Em setembro do ano passado, o advogado Demian Guedes enviou uma carta à UFRJ sugerindo que a universidade movesse uma ação de regresso contra o professor Motta, pedindo ressarcimento. A reitoria nunca respondeu à carta. Luiz Eduardo Motta continua sendo professor associado do IFCS, sem máculas no seu currículo. Maria Leão, que hoje faz doutorado no Instituto de Medicina Social (IMS) da Uerj, continua com medo de passar no Largo do São Francisco, no Centro do Rio, e se deparar com Motta.

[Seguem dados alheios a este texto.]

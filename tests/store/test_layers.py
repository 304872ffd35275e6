"""Where things live: the demo's look into the audit goes through the store; the
fleet summary (commands/open_ui) and the fleet view's launcher (tui/launch) depend
one way only."""

from __future__ import annotations

import ast
from pathlib import Path

from logbook.model import Machine
from logbook.store import Store

PACKAGE = Path(__file__).resolve().parents[2] / "logbook"


def _imports(path: Path) -> set[str]:
    """Every module a file imports, at the top or inside a function (Python's own ast)."""
    names: set[str] = set()
    for node in ast.walk(ast.parse(path.read_text())):
        if isinstance(node, ast.Import):
            names.update(a.name for a in node.names)
        elif isinstance(node, ast.ImportFrom) and node.module:
            names.add(node.module)
            names.update(f"{node.module}.{a.name}" for a in node.names)
    return names


def test_writers_names_everyone_who_wrote_but_the_one_left_out(tmp_path):
    with Store(tmp_path / "w.db", user="demo") as s:
        assert s.writers() == [] and s.writers(besides="demo") == []
        s.add_machines([Machine("K-1", "Yard")])
    with Store(tmp_path / "w.db", user="Ana Ruiz") as s:
        s.add_machines([Machine("K-2", "Yard")])
        assert s.writers() == ["Ana Ruiz", "demo"]
        assert s.writers(besides="demo") == ["Ana Ruiz"]
        assert s.writers(besides="Ana Ruiz") == ["demo"]


def test_no_sql_in_the_demo_command():
    text = (PACKAGE / "commands" / "demo.py").read_text()
    assert "SELECT" not in text.upper() and ".db.query" not in text and "execute(" not in text


def test_summary_and_launcher_depend_one_way():
    summary = _imports(PACKAGE / "commands" / "open_ui.py")
    launcher = _imports(PACKAGE / "tui" / "launch.py")
    assert not any(name.startswith("logbook.tui") for name in summary), summary
    assert "logbook.commands.open_ui" in launcher  # the fallback: the one direction kept
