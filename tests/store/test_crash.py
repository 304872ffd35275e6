"""An import killed with SIGKILL at any moment leaves the database intact and the
interrupted file entirely absent; importing it again completes it."""

from __future__ import annotations

import multiprocessing
import os
import signal
import time
from datetime import date, timedelta

import pytest

from logbook.imports import import_csv
from logbook.store import Store

from .conftest import MODELS, load

PUMPS, PER_PUMP = 30, 1000  # 30,000 readings in one file

def _child(db: str, csv_path: str, mode: str, ready) -> None:
    """The importing process (forked: no interpreter start-up to wait for)."""
    store = Store(db, create=False, user="cron")
    real = store.conn

    class Watched:
        """The store's connection, telling the parent when the write begins, or dying before COMMIT."""

        def __getattr__(self, name):
            return getattr(real, name)

        def execute(self, sql, *args):
            if sql == "COMMIT" and mode == "before-commit":
                os.kill(os.getpid(), signal.SIGKILL)
            result = real.execute(sql, *args)
            if sql == "BEGIN IMMEDIATE" and mode == "while-writing":
                ready.send("writing")
            return result

    store.db.conn = Watched()
    ready.send("ready")
    report = import_csv(store, "readings", csv_path, today=date(2026, 1, 1))
    ready.send(f"done {report.added} {len(report.problems)}")


@pytest.fixture(scope="module")
def big_file(tmp_path_factory):
    folder = tmp_path_factory.mktemp("crash")
    lines = ["serial,date,machine_hours,case_drain,servo_pressure,oil_temp,test_pressure,test_speed"]
    start = date(2020, 1, 1)
    for p in range(PUMPS):
        for k in range(PER_PUMP):
            day = (start + timedelta(days=k * 2)).isoformat()
            lines.append(f"K-{p:02d},{day},{100 + 12 * k},{2 + k / 1000:.3f},{27 - k / 500:.3f},50,380,2000")
    path = folder / "readings.csv"
    path.write_text("\n".join(lines) + "\n")
    return path


def _fresh_db(folder):
    path = folder / "crash.db"
    machines = "unit,site\n" + "".join(f"K-M{p:02d},Crash Yard\n" for p in range(PUMPS))
    pumps = "serial,model,machine,position,fitted_on,machine_hours_at_fit\n" + "".join(
        f"K-{p:02d},TX-90,K-M{p:02d},main,2019-12-01,50\n" for p in range(PUMPS)
    )
    with Store(path, user="setup") as s:
        for table, data in (("models", MODELS), ("machines", machines.encode()), ("pumps", pumps.encode())):
            load(s, table, data)
    return path


def _run_child(db, csv_path, mode: str, kill_after_s: float | None) -> tuple[int, str]:
    ctx = multiprocessing.get_context("fork")
    ours, theirs = ctx.Pipe()
    child = ctx.Process(target=_child, args=(str(db), str(csv_path), mode, theirs))
    child.start()
    assert ours.recv() == "ready"
    if kill_after_s is not None:
        time.sleep(kill_after_s)
        if child.is_alive():
            os.kill(child.pid, signal.SIGKILL)
    elif mode == "while-writing":
        # The write transaction has begun: the rows are going in now.
        assert ours.recv() == "writing"
        time.sleep(0.05)
        os.kill(child.pid, signal.SIGKILL)
    child.join(timeout=120)
    out = ours.recv() if ours.poll() else ""
    return child.exitcode, out


def _state(db):
    with Store(db, create=False) as s:
        integrity = s.conn.execute("PRAGMA integrity_check").fetchone()[0]
        return integrity, s.counts()["readings"], s.conn.execute("SELECT count(*) FROM imports").fetchone()[0]


def test_import_killed_at_any_moment_leaves_nothing_and_a_rerun_completes(tmp_path, big_file):
    db = _fresh_db(tmp_path)
    # 1. Killed inside the write transaction, every row inserted but not committed.
    code, out = _run_child(db, big_file, "before-commit", None)
    assert code == -signal.SIGKILL and out == ""
    assert _state(db) == ("ok", 0, 0)
    # 2. Killed 50 ms into the write transaction, while the rows go in.
    code, out = _run_child(db, big_file, "while-writing", None)
    assert code == -signal.SIGKILL and out == ""
    assert _state(db) == ("ok", 0, 0)
    # 3. Killed at moments spread over parsing, checking and writing.
    outcomes = []
    for kill_after_s in (0.05, 0.15, 0.25, 0.4, 0.6, 0.9):
        code, out = _run_child(db, big_file, "plain", kill_after_s)
        integrity, readings, imports = _state(db)
        assert integrity == "ok"
        finished = out.startswith("done") or (readings, imports) != (0, 0)
        outcomes.append((kill_after_s, code, finished))
        if finished:  # the child beat the clock (or was killed after its commit): the whole file is in, once
            assert (readings, imports) == (PUMPS * PER_PUMP, 1), outcomes
            break
        assert code == -signal.SIGKILL and (readings, imports) == (0, 0), outcomes
    print(f"kill points (s after ready, exit code, finished): {outcomes}")
    # 4. The cron job runs again and completes the import.
    code, out = _run_child(db, big_file, "plain", None)
    added = 0 if outcomes[-1][2] else PUMPS * PER_PUMP
    assert code == 0 and out.split() == ["done", str(added), "0"]
    assert _state(db) == ("ok", PUMPS * PER_PUMP, 1)


def _plan_child(db: str, out: str, ready) -> None:
    from logbook.cli import main

    ready.send("ready")
    main(["--db", db, "--today", "2026-01-01", "forecast", "--out", out])
    ready.send("done")


def _run_plan(db: str, out, kill_after_s: float | None) -> int:
    ctx = multiprocessing.get_context("fork")
    ours, theirs = ctx.Pipe()
    child = ctx.Process(target=_plan_child, args=(db, str(out), theirs))
    child.start()
    assert ours.recv() == "ready"
    if kill_after_s is not None:
        time.sleep(kill_after_s)
        if child.is_alive():
            os.kill(child.pid, signal.SIGKILL)
    child.join(timeout=120)
    return child.exitcode


def test_plan_run_killed_leaves_the_database_and_no_half_written_plan(store, tmp_path):
    """A plan run only reads the database and writes its file by rename: killed at any
    moment, the database is untouched and the plan file is absent or whole."""
    before = (store.counts(), len(store.audit_trail()))
    out = tmp_path / "plan.md"
    left = []
    for kill_after_s in (0.02, 0.1, 0.3):
        code = _run_plan(store.path, out, kill_after_s)
        assert _state(store.path)[0] == "ok"
        left.append((code, out.read_text() if out.exists() else None))
    assert _run_plan(store.path, out, None) == 0
    whole = out.read_text()
    assert whole.strip() and all(text in (None, whole) for _, text in left)
    assert (store.counts(), len(store.audit_trail())) == before
    print(f"plan runs (exit code, left a file): {[(code, text is not None) for code, text in left]}")
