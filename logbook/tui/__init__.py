"""The terminal interface: ``logbook`` with no command opens it (see app.py).

Screens present what the store holds and what the analysis computed; they compute
nothing themselves. Store access goes through ``gate.StoreGate`` (one lock), heavy
work (reading the fleet, forecasting, validating against the database) runs in
thread workers that hand results back as messages (``messages.py``).
``launch.py`` starts the app for the CLI: the fleet view's first frame needs only
Textual and ``layout.py``; the store, model and analysis are imported after it.
"""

Em nota enviada à piauí nesta terça-feira (18), a UFRJ não explicou a lentidão com que o caso Maria Leão foi analisado entre 2016 e 2018, mas afirmou que “tomará imediatamente as medidas cabíveis para que a Universidade receba o ressarcimento” de Motta. A universidade também disse que “repudia veementemente o assédio em suas múltiplas formas, seja ele moral, sexual, virtual ou psicológico”. “Manifestamos solidariedade à Maria Leão e afirmamos que não compactuamos com a atitude por não se compatibilizar em nada com o ethos da UFRJ”, disse a assessoria da universidade.